**EXERCISE REQUIREMENTS**: Look through the data below and extract, unchanged, the lines from the one that contains "only, threshold line." to the one that contains "from collections.abc import Mapping", both included.

**DATASET RECORDS**:
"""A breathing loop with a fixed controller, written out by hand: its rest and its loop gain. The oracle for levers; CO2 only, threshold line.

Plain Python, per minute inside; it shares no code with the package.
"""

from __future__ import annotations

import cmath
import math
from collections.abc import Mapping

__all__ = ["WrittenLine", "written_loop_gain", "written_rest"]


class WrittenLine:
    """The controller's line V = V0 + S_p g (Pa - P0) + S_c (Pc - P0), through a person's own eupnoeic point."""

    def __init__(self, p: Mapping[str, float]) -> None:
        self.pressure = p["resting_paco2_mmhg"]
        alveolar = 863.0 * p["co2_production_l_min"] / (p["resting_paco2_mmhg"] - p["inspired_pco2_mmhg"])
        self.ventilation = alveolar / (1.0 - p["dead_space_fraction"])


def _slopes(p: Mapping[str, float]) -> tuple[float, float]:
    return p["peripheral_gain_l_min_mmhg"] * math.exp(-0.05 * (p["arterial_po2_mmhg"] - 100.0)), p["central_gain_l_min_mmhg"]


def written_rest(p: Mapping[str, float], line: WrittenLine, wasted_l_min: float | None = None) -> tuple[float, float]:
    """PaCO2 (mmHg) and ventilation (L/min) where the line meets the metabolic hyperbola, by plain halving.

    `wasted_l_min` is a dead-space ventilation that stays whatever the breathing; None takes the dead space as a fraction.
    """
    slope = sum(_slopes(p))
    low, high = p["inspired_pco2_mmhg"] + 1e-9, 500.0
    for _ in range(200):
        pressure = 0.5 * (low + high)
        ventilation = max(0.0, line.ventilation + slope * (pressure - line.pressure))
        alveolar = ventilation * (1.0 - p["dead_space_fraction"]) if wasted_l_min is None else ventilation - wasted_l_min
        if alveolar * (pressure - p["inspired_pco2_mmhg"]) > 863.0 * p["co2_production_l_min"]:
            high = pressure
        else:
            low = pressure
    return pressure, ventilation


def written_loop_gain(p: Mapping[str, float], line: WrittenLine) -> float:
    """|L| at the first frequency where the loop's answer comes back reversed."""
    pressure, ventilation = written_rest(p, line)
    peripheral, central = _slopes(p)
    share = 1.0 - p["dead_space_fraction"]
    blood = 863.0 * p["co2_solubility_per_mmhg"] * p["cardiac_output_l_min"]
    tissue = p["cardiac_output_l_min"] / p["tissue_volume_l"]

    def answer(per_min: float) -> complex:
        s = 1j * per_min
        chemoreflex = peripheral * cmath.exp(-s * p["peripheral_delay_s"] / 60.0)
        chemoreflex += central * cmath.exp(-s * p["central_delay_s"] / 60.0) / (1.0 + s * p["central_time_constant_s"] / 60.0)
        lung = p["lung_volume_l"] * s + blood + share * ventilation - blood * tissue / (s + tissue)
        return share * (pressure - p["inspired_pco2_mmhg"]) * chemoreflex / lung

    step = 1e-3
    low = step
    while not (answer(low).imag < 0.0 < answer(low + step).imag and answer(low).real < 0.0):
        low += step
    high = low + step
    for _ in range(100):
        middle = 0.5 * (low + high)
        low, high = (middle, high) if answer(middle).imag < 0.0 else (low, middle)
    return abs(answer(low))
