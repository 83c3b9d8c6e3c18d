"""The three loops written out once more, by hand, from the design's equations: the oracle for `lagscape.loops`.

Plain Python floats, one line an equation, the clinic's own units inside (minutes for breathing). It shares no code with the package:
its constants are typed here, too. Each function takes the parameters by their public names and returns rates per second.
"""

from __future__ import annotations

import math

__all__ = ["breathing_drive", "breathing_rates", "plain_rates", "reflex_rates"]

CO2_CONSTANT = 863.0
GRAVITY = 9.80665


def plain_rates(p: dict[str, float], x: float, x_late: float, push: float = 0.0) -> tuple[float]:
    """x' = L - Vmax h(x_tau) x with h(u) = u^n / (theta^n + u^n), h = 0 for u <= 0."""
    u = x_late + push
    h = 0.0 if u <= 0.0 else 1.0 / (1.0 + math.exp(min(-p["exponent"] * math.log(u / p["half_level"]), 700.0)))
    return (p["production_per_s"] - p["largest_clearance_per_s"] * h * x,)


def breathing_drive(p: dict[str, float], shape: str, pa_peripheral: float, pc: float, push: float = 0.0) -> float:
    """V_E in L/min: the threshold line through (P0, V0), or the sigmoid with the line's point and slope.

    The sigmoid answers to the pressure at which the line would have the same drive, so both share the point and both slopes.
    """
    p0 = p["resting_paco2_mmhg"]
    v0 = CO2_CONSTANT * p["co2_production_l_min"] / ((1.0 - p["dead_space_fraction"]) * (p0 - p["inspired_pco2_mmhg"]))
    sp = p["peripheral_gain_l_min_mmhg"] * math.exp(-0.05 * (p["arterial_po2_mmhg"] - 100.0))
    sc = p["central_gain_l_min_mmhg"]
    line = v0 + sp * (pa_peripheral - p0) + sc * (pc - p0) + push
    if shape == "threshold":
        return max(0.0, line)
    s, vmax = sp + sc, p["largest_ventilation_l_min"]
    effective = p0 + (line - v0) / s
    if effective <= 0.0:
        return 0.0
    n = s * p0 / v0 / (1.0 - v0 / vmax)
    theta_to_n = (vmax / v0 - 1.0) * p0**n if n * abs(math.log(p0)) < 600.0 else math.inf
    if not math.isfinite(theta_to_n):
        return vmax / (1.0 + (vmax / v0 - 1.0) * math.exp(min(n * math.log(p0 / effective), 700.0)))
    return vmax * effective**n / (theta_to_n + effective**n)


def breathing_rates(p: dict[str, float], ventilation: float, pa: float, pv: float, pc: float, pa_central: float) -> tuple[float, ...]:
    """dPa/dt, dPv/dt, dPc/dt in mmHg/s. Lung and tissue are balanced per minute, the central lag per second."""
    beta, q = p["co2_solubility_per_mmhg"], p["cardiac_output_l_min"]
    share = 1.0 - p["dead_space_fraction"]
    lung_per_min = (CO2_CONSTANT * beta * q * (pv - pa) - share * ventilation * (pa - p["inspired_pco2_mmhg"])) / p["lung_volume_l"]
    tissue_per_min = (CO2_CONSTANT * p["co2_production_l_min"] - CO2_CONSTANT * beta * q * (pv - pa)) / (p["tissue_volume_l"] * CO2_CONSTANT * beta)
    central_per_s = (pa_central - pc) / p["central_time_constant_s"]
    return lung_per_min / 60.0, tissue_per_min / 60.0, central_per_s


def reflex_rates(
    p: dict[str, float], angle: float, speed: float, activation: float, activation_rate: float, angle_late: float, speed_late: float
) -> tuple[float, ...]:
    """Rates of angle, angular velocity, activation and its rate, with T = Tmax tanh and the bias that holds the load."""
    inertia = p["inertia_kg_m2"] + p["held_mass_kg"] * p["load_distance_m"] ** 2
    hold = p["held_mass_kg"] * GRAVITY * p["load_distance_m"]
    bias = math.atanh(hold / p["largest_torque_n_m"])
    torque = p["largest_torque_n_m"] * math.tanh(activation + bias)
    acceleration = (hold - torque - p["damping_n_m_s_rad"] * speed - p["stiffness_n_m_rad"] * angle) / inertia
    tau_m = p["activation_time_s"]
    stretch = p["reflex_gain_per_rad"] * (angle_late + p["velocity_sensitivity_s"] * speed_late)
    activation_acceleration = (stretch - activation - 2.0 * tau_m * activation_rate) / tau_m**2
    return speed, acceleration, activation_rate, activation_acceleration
* * *
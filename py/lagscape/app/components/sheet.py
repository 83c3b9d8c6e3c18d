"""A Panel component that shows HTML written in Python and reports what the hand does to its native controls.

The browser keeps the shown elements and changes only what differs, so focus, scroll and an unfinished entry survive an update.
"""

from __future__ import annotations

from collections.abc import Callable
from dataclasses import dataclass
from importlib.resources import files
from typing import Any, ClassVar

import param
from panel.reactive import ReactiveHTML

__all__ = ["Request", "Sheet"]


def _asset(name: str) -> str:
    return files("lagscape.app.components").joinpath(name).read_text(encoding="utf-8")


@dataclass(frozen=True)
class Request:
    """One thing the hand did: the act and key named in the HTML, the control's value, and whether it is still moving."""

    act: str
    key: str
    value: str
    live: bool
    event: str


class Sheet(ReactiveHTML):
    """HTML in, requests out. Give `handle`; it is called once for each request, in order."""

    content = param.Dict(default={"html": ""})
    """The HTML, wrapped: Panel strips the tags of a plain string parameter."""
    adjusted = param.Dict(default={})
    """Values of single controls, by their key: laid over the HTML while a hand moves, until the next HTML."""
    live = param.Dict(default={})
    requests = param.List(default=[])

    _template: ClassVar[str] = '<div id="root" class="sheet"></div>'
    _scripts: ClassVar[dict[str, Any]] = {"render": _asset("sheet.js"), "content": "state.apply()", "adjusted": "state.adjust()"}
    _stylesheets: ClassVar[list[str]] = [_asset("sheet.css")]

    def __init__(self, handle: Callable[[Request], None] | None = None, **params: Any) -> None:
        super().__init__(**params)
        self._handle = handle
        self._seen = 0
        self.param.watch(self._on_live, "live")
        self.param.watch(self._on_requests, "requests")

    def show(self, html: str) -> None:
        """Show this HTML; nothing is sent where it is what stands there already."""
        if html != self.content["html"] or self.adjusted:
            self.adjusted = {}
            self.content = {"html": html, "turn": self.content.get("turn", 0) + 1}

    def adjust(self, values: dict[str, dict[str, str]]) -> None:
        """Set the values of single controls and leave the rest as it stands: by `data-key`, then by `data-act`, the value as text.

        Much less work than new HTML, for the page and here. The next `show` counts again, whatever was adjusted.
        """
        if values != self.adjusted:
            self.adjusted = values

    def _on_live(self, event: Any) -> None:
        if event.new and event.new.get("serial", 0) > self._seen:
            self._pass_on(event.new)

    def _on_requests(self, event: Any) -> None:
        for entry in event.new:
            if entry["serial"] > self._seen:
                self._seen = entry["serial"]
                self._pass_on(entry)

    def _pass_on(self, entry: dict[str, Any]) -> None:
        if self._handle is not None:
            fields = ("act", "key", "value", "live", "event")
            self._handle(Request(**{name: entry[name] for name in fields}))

**SOLUTION FOR THIS TASK**:
"""A breathing loop with a fixed controller, written out by hand: its rest and its loop gain. The oracle for levers; CO2 only, threshold line.

Plain Python, per minute inside; it shares no code with the package.
"""

from __future__ import annotations

import cmath
import math
from collections.abc import Mapping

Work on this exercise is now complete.